▶ **Assignment**:
Copy the records below character for character.

▶ **Information supplied**:
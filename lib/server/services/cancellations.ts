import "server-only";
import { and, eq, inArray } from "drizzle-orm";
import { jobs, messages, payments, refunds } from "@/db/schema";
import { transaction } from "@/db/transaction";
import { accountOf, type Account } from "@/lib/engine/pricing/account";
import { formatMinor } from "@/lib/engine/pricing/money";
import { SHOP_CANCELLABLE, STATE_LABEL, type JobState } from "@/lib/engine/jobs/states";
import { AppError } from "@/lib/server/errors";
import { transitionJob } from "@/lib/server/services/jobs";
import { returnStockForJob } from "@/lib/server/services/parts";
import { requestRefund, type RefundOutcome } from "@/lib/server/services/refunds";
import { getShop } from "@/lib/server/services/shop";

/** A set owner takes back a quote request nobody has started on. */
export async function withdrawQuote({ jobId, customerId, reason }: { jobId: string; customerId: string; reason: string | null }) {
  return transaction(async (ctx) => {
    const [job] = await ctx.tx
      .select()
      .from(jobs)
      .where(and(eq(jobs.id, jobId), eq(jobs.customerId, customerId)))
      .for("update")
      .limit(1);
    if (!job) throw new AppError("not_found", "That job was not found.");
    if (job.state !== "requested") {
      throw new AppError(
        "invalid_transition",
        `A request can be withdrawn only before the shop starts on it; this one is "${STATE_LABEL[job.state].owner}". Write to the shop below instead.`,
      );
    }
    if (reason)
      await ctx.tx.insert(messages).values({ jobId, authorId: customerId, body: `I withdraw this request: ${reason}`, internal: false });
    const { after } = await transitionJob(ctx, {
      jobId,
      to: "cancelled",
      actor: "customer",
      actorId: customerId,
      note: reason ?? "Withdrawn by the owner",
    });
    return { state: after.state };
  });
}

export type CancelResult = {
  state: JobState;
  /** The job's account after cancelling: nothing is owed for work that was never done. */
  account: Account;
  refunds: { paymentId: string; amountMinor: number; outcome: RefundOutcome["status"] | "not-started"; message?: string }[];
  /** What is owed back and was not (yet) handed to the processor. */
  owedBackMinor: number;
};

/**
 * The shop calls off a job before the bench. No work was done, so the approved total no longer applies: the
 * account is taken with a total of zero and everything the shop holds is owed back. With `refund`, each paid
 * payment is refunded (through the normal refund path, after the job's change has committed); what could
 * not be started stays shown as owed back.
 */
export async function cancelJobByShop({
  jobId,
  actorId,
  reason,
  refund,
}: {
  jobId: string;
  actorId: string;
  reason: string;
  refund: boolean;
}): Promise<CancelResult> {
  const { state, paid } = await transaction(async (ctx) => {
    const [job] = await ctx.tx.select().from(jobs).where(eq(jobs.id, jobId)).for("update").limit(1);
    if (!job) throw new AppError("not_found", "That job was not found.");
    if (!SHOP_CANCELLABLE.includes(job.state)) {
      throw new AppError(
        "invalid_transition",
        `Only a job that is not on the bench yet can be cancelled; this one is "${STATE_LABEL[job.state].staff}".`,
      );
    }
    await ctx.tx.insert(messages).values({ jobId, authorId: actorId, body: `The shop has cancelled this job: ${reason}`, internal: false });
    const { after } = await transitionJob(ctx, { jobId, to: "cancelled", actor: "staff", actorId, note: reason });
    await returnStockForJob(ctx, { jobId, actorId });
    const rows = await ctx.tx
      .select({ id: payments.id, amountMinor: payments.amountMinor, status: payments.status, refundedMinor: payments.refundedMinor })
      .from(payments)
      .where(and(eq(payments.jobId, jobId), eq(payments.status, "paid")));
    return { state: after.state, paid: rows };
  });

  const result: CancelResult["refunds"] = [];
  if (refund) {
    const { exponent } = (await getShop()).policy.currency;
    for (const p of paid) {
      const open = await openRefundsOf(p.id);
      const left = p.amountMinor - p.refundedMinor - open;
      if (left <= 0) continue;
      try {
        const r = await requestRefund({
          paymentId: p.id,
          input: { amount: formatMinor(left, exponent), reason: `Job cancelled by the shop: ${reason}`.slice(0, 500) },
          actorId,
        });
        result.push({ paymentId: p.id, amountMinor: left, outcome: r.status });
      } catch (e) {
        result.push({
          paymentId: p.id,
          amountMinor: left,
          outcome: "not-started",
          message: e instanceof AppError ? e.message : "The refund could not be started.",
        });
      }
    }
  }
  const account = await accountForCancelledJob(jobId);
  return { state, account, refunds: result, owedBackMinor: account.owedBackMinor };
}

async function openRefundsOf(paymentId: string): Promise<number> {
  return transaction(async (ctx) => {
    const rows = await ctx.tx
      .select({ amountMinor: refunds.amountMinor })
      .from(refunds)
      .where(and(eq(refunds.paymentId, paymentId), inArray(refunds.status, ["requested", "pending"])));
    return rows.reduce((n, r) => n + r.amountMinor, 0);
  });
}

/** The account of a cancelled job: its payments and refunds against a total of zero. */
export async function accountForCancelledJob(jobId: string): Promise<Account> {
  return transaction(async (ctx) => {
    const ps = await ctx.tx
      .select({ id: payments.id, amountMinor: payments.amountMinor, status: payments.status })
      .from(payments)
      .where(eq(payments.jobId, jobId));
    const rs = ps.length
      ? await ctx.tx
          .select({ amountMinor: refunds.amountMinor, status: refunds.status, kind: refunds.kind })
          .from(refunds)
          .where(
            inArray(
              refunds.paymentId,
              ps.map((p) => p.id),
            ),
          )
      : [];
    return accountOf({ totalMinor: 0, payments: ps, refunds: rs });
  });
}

▶ **Answer section**:
filename lib/server/services/cancellations.ts
import "server-only";
import { and, eq, inArray } from "drizzle-orm";
import { jobs, messages, payments, refunds } from "@/db/schema";
import { transaction } from "@/db/transaction";
import { accountOf, type Account } from "@/lib/engine/pricing/account";
import { formatMinor } from "@/lib/engine/pricing/money";
import { SHOP_CANCELLABLE, STATE_LABEL, type JobState } from "@/lib/engine/jobs/states";
import { AppError } from "@/lib/server/errors";
import { transitionJob } from "@/lib/server/services/jobs";
import { returnStockForJob } from "@/lib/server/services/parts";
import { requestRefund, type RefundOutcome } from "@/lib/server/services/refunds";
import { getShop } from "@/lib/server/services/shop";

/** A set owner takes back a quote request nobody has started on. */
export async function withdrawQuote({ jobId, customerId, reason }: { jobId: string; customerId: string; reason: string | null }) {
  return transaction(async (ctx) => {
    const [job] = await ctx.tx
      .select()
      .from(jobs)
      .where(and(eq(jobs.id, jobId), eq(jobs.customerId, customerId)))
      .for("update")
      .limit(1);
    if (!job) throw new AppError("not_found", "That job was not found.");
    if (job.state !== "requested") {
      throw new AppError(
        "invalid_transition",
        `A request can be withdrawn only before the shop starts on it; this one is "${STATE_LABEL[job.state].owner}". Write to the shop below instead.`,
      );
    }
    if (reason)
      await ctx.tx.insert(messages).values({ jobId, authorId: customerId, body: `I withdraw this request: ${reason}`, internal: false });
    const { after } = await transitionJob(ctx, {
      jobId,
      to: "cancelled",
      actor: "customer",
      actorId: customerId,
      note: reason ?? "Withdrawn by the owner",
    });
    return { state: after.state };
  });
}

export type CancelResult = {
  state: JobState;
  /** The job's account after cancelling: nothing is owed for work that was never done. */
  account: Account;
  refunds: { paymentId: string; amountMinor: number; outcome: RefundOutcome["status"] | "not-started"; message?: string }[];
  /** What is owed back and was not (yet) handed to the processor. */
  owedBackMinor: number;
};

/**
 * The shop calls off a job before the bench. No work was done, so the approved total no longer applies: the
 * account is taken with a total of zero and everything the shop holds is owed back. With `refund`, each paid
 * payment is refunded (through the normal refund path, after the job's change has committed); what could
 * not be started stays shown as owed back.
 */
export async function cancelJobByShop({
  jobId,
  actorId,
  reason,
  refund,
}: {
  jobId: string;
  actorId: string;
  reason: string;
  refund: boolean;
}): Promise<CancelResult> {
  const { state, paid } = await transaction(async (ctx) => {
    const [job] = await ctx.tx.select().from(jobs).where(eq(jobs.id, jobId)).for("update").limit(1);
    if (!job) throw new AppError("not_found", "That job was not found.");
    if (!SHOP_CANCELLABLE.includes(job.state)) {
      throw new AppError(
        "invalid_transition",
        `Only a job that is not on the bench yet can be cancelled; this one is "${STATE_LABEL[job.state].staff}".`,
      );
    }
    await ctx.tx.insert(messages).values({ jobId, authorId: actorId, body: `The shop has cancelled this job: ${reason}`, internal: false });
    const { after } = await transitionJob(ctx, { jobId, to: "cancelled", actor: "staff", actorId, note: reason });
    await returnStockForJob(ctx, { jobId, actorId });
    const rows = await ctx.tx
      .select({ id: payments.id, amountMinor: payments.amountMinor, status: payments.status, refundedMinor: payments.refundedMinor })
      .from(payments)
      .where(and(eq(payments.jobId, jobId), eq(payments.status, "paid")));
    return { state: after.state, paid: rows };
  });

  const result: CancelResult["refunds"] = [];
  if (refund) {
    const { exponent } = (await getShop()).policy.currency;
    for (const p of paid) {
      const open = await openRefundsOf(p.id);
      const left = p.amountMinor - p.refundedMinor - open;
      if (left <= 0) continue;
      try {
        const r = await requestRefund({
          paymentId: p.id,
          input: { amount: formatMinor(left, exponent), reason: `Job cancelled by the shop: ${reason}`.slice(0, 500) },
          actorId,
        });
        result.push({ paymentId: p.id, amountMinor: left, outcome: r.status });
      } catch (e) {
        result.push({
          paymentId: p.id,
          amountMinor: left,
          outcome: "not-started",
          message: e instanceof AppError ? e.message : "The refund could not be started.",
        });
      }
    }
  }
  const account = await accountForCancelledJob(jobId);
  return { state, account, refunds: result, owedBackMinor: account.owedBackMinor };
}

async function openRefundsOf(paymentId: string): Promise<number> {
  return transaction(async (ctx) => {
    const rows = await ctx.tx
      .select({ amountMinor: refunds.amountMinor })
      .from(refunds)
      .where(and(eq(refunds.paymentId, paymentId), inArray(refunds.status, ["requested", "pending"])));
    return rows.reduce((n, r) => n + r.amountMinor, 0);
  });
}

/** The account of a cancelled job: its payments and refunds against a total of zero. */
export async function accountForCancelledJob(jobId: string): Promise<Account> {
  return transaction(async (ctx) => {
    const ps = await ctx.tx
      .select({ id: payments.id, amountMinor: payments.amountMinor, status: payments.status })
      .from(payments)
      .where(eq(payments.jobId, jobId));
    const rs = ps.length
      ? await ctx.tx
          .select({ amountMinor: refunds.amountMinor, status: refunds.status, kind: refunds.kind })
          .from(refunds)
          .where(
            inArray(
              refunds.paymentId,
              ps.map((p) => p.id),
            ),
          )
      : [];
    return accountOf({ totalMinor: 0, payments: ps, refunds: rs });
  });
}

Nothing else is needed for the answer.